There are 338 in layer 1
There are 0 in layer 2-3
There are 0 in layer 4
There are 4656 in layer 5
There are 6114 in layer 6
40.56% of all the neurons are located in the 6th layer.

In the provided file one finds for every neuron the number of neurons which are sending and receiving signals from or to it. The number of afferent (in-degree) and efferent (out-degree) connected neurons are respectivly contained in 'nCellAff' and 'nCellEff'. Two connected neurons can form multiple connections (synapses). Therefore, for a given neuron the values 'nSynAff' and 'nSynEff' count with multiplicity the total number of afferent and efferent connections.


In [15]:
print('The number of afferent connections of the first neuron in -L4_PC- neurons is {}'.format(list(h5['populations'][ 'L4_PC' ]['nCellAff' ][0])[0]))
print('The number of afferent synapses of the first neuron in -L4_PC- neurons is {}'.format(list(h5['populations'][ 'L4_PC' ][ 'nSynAff' ][0])[0]))


The number of afferent connections of the first neuron in -L4_PC- neurons is 427
The number of afferent synapses of the first neuron in -L4_PC- neurons is 1437

Note: The number of afferent and efferent connections as well as the number of afferent and efferent synapses data includes some connections from or to neurons outside the microcolum we are considering. The aim of this is to reduce the so called 'edge effect' or 'border effect'. That is the effect that neurons at the boundary of the given microcolum have fewer connections. The reason is that a modeled microcircuit is surrounded by other 6 microcircuits and connections from or to these microcircuits are also taken into account in this count.

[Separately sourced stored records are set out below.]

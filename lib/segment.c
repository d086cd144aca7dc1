/* SPDX-License-Identifier: GPL-3.0-or-later */
/*
 * Segment computations for the changepoint module: the once-per-series
 * estimates of weekday effects and dispersion, prefix sums, closed-form
 * geometric sums per weekday class, segment marginal likelihoods, the
 * segment-length prior and a seeded generator.
 *
 * Segment marginals (METHODS B1-B5): on [s, e] with u = t - c,
 * log mu_t = log lambda + b u + delta_{weekday(t)}; the Poisson
 * log-likelihood of each day is divided by phi (a tempered or power
 * likelihood: Holmes & Walker 2017, Biometrika 104:497-503; Grunwald & van
 * Ommen 2017, Bayesian Analysis 12:1069-1103), which inflates posterior
 * variances about phi-fold as quasi-likelihood standard errors do (Wedderburn
 * 1974, Biometrika 61:439-447).  lambda ~ Gamma(alpha, beta) is integrated
 * out exactly; b ~ N(mean, sd^2) by a one-dimensional Laplace
 * approximation (Tierney & Kadane 1986, JASA 81:82-86).
 *
 * Incremental power sums (tf_psum, cp.h): for a fixed segment start the
 * sums sum w_t u^k e^{bref u}, k < TF_PSUM_N, grow by one day in O(k)
 * flops, and give E_j(b) for b near bref by a Taylor shift with a bounded
 * remainder; tf_seg_jump_ps solves the JUMP marginal's mode with them
 * (Halley steps, the cubic model at the last one, each fit started from
 * the last evaluation of the segment a day shorter), with no exponential
 * per day, one per evaluation and one per warm start.  The step-halving
 * solver tf_seg_jump on the closed-form class sums stays as the general
 * method and the fallback.
 */
#include "cp.h"

#include <float.h>
#include <math.h>
#include <stdlib.h>
#include <string.h>

/* ---- generator ------------------------------------------------------- */

static uint64_t splitmix64(uint64_t *x) {
  uint64_t z = (*x += 0x9e3779b97f4a7c15ULL);
  z = (z ^ (z >> 30)) * 0xbf58476d1ce4e5b9ULL;
  z = (z ^ (z >> 27)) * 0x94d049bb133111ebULL;
  return z ^ (z >> 31);
}

void tf_rng_seed(tf_rng *r, uint64_t seed) {
  uint64_t x = seed;
  for (int i = 0; i < 4; i++)
    r->s[i] = splitmix64(&x);
}

static uint64_t rotl(uint64_t x, int k) { return (x << k) | (x >> (64 - k)); }

static uint64_t rng_next(tf_rng *r) {
  uint64_t *s = r->s;
  uint64_t res = rotl(s[1] * 5, 7) * 9;
  uint64_t t = s[1] << 17;
  s[2] ^= s[0];
  s[3] ^= s[1];
  s[1] ^= s[2];
  s[0] ^= s[3];
  s[2] ^= t;
  s[3] = rotl(s[3], 45);
  return res;
}

double tf_rng_unif(tf_rng *r) {
  return ((double)(rng_next(r) >> 11) + 0.5) * (1.0 / 9007199254740992.0);
}

double tf_rng_norm(tf_rng *r) {
  double u = tf_rng_unif(r), v = tf_rng_unif(r);
  return sqrt(-2.0 * log(u)) * cos(6.283185307179586 * v);
}

/* ---- validation -------------------------------------------------------- */

int tf_cp_check_counts(const double *y, size_t n, char *msg) {
  for (size_t i = 0; i < n; i++)
    if (!tf_count_ok(y[i]))
      return tf_msg_set(msg, TWOFOLD_ECOUNT,
                        "day %zu: count %g is not a whole number in "
                        "[0, 2^53] or NaN",
                        i, y[i]);
  return 0;
}

/* ---- geometric sums (METHODS B2) -------------------------------------- */

/* For m = 0..L-1 with weights e^{B m}: log of their sum, and the mean and
 * variance of m. */
static void geo(double B, size_t L, double *logG, double *M, double *V) {
  double Ld = (double)L;
  if (L == 1) {
    *logG = 0;
    *M = 0;
    *V = 0;
    return;
  }
  double BL = B * Ld;
  if (fabs(BL) < 0.05) {
    double L2 = Ld * Ld, L4 = L2 * L2, L6 = L4 * L2, B2 = B * B;
    *M = (Ld - 1) / 2 + B * (L2 - 1) / 12 - B * B2 * (L4 - 1) / 720 +
         B * B2 * B2 * (L6 - 1) / 30240;
    *V = (L2 - 1) / 12 - B2 * (L4 - 1) / 240 + B2 * B2 * (L6 - 1) / 6048;
    /* log G = log L + B (L-1)/2 + B^2 (L^2-1)/24 - B^4 (L^4-1)/2880 */
    *logG = log(Ld) + B * (Ld - 1) / 2 + B2 * (L2 - 1) / 24 -
            B2 * B2 * (L4 - 1) / 2880;
    return;
  }
  if (B > 0)
    *logG = B * (Ld - 1) + log(-expm1(-BL)) - log(-expm1(-B));
  else
    *logG = log(-expm1(BL)) - log(-expm1(B));
  *M = Ld / (-expm1(-BL)) - 1 / (-expm1(-B));
  double sh = sinh(B / 2), shL = sinh(BL / 2);
  double v = 1 / (4 * sh * sh);
  if (isfinite(shL))
    v -= Ld * Ld / (4 * shL * shL);
  *V = v > 0 ? v : 0;
}

/* geo() in linear space from Eb = expm1(B) and EL = expm1(B L) (B != 0,
 * |B L| >= 0.05, no overflow): G = EL/Eb; with 1/(-expm1(-y)) = (1 + E)/E
 * for E = expm1(y), and 1/(4 sinh^2(y/2)) = (1 + E)/E^2. */
static void geo_from(double Eb, double EL, size_t L, double *G, double *M,
                     double *V) {
  double Ld = (double)L, iEb = 1 / Eb, iEL = 1 / EL;
  double ab = (1 + Eb) * iEb, al = Ld * (1 + EL) * iEL;
  *G = EL * iEb;
  *M = al - ab;
  double v = ab * iEb - al * Ld * iEL;
  *V = v > 0 ? v : 0;
}

/* geo() in linear space for lengths q and q + 1 (q >= 0; G = M = V = 0
 * for length 0): one expm1 for both, since
 * expm1(B (q+1)) = expm1(B q) e^B + expm1(B), a sum of two terms of the
 * same sign (no cancellation).  Eb = expm1(B). */
static void geo_pair(double B, double Eb, size_t q, double *G, double *M,
                     double *V) {
  G[0] = M[0] = V[0] = 0;
  if (B == 0) {
    for (int k = 0; k < 2; k++) {
      double Ld = (double)(q + (size_t)k);
      G[k] = Ld;
      M[k] = Ld > 0 ? (Ld - 1) / 2 : 0;
      V[k] = Ld > 0 ? (Ld * Ld - 1) / 12 : 0;
    }
    return;
  }
  double Eq = 0;
  int haveq = 0;
  for (int k = 0; k < 2; k++) {
    size_t L = q + (size_t)k;
    if (L == 0)
      continue;
    if (L == 1) {
      G[k] = 1;
      M[k] = 0;
      V[k] = 0;
      Eq = Eb;
      haveq = 1;
      continue;
    }
    double BL = B * (double)L;
    if (fabs(BL) < 0.05) {
      double lG;
      geo(B, L, &lG, &M[k], &V[k]);
      G[k] = exp(lG);
      haveq = 0;
      continue;
    }
    double EL = haveq ? Eq * (1 + Eb) + Eb : expm1(BL);
    Eq = EL;
    haveq = 1;
    geo_from(Eb, EL, L, &G[k], &M[k], &V[k]);
  }
}

/* The class sums of METHODS B3 in linear space when nothing can overflow
 * and the missing days (subtracted explicitly) are few: E0 itself and
 * E1/E0, E2/E0.  The e^{b u} of the first 7 days are powers of e^b and
 * both class lengths share one expm1, so an evaluation costs 3
 * exponentials plus one per missing day.  Returns 0 when it does not
 * apply (the caller then takes the log-space forms). */
static int esums_lin(const tf_cpdata *d, size_t s, size_t e, double c,
                     double b, double *E0o, double *m1, double *m2) {
  size_t L = e - s + 1;
  size_t nm = d->cmiss[e + 1] - d->cmiss[s];
  if (nm * 4 >= L && nm > 0)
    return 0;
  if (!(fabs(b) * ((double)L + fabs((double)s - c)) < 600))
    return 0;
  size_t q = L / 7, r = L % 7;
  double B = 7 * b;
  double xb = expm1(b), zb = 1 + xb, Eb;
  if (fabs(xb) < 0.1) /* (1 + x)^7 - 1 by Horner: little cancellation */
    Eb = xb * (7 + xb * (21 + xb * (35 + xb * (35 + xb * (21 + xb * (7 + xb))))));
  else
    Eb = expm1(B);
  double G[2], M[2], V[2];
  geo_pair(B, Eb, q, G, M, V);
  double zp = exp(b * ((double)s - c));
  double E0 = 0, E1 = 0, E2 = 0;
  int cl = tf_cls(d, s);
  for (size_t j = 0; j < 7 && j < L; j++) {
    int k = j < r ? 1 : 0;
    double u0 = (double)(s + j) - c;
    double w = d->wcls[cl] * zp * G[k];
    double mj = u0 + 7 * M[k];
    E0 += w;
    E1 += w * mj;
    E2 += w * (mj * mj + 49 * V[k]);
    zp *= zb;
    cl = cl == 6 ? 0 : cl + 1;
  }
  if (nm > 0) {
    double E0all = E0;
    size_t i0 = d->cmiss[s];
    for (size_t i = i0; i < i0 + nm; i++) {
      size_t t = d->miss[i];
      double u = (double)t - c;
      double w = d->wcls[tf_cls(d, t)] * exp(b * u);
      E0 -= w;
      E1 -= w * u;
      E2 -= w * u * u;
    }
    /* cancellation: keep at least 3 of the 16 digits */
    if (!(E0 > 1e-3 * E0all))
      return 0;
  }
  double i0 = 1 / E0;
  *E0o = E0;
  *m1 = E1 * i0;
  *m2 = E2 * i0;
  return 1;
}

For example, due the border effect the number of total afferent connections as well as the number of total synapses is not equal respectively to the number of total efferent connections and synapses (in theory, for a given network, one should have total in-degree = total =out degree). Where for total in- respective out-degree we mean the sum of all in-degree over the nodes.


In [16]:
affconn_mtype=[]
effconn_mtype=[]
affsyn_mtype=[]
effsyn_mtype=[]
dist_affconn_mtype=[]
dist_effconn_mtype=[]
dist_affsyn_mtype=[]
dist_effsyn_mtype=[]
for x in m_values:
  dist_affconn_mtype.extend(h5['populations'][ x ]['nCellAff'])
  dist_effconn_mtype.extend(h5['populations'][ x ]['nCellEff'])
  dist_affsyn_mtype.extend((h5['populations'][ x ]['nSynAff']))
  dist_effsyn_mtype.extend((h5['populations'][ x ]['nSynEff']))
  affconn_mtype.append(np.sum(np.array(h5['populations'][ x ]['nCellAff'])))
  effconn_mtype.append(np.sum(np.array(h5['populations'][ x ]['nCellEff'])))
  affsyn_mtype.append(np.sum(np.array(h5['populations'][ x ]['nSynAff'])))
  effsyn_mtype.append(np.sum(np.array(h5['populations'][ x ]['nSynEff'])))
tot_effconn=np.sum(effconn_mtype)
tot_affconn=np.sum(affconn_mtype)
tot_affsyn=np.sum(affsyn_mtype)
tot_effsyn=np.sum(effsyn_mtype)
print('The total number of afferent connections (counting also connection formed outside our volume) is {}'.format(tot_affconn))
print('The total number of efferent connections (counting also connection formed outside our volume) is {}'.format(tot_effconn))
print('The total number of afferent synapses (counting also synapses formed outside our volume) is {}'.format(tot_affsyn))
print('The total number of efferent synapses (counting also synapses formed outside our volume) is {}'.format(tot_effsyn))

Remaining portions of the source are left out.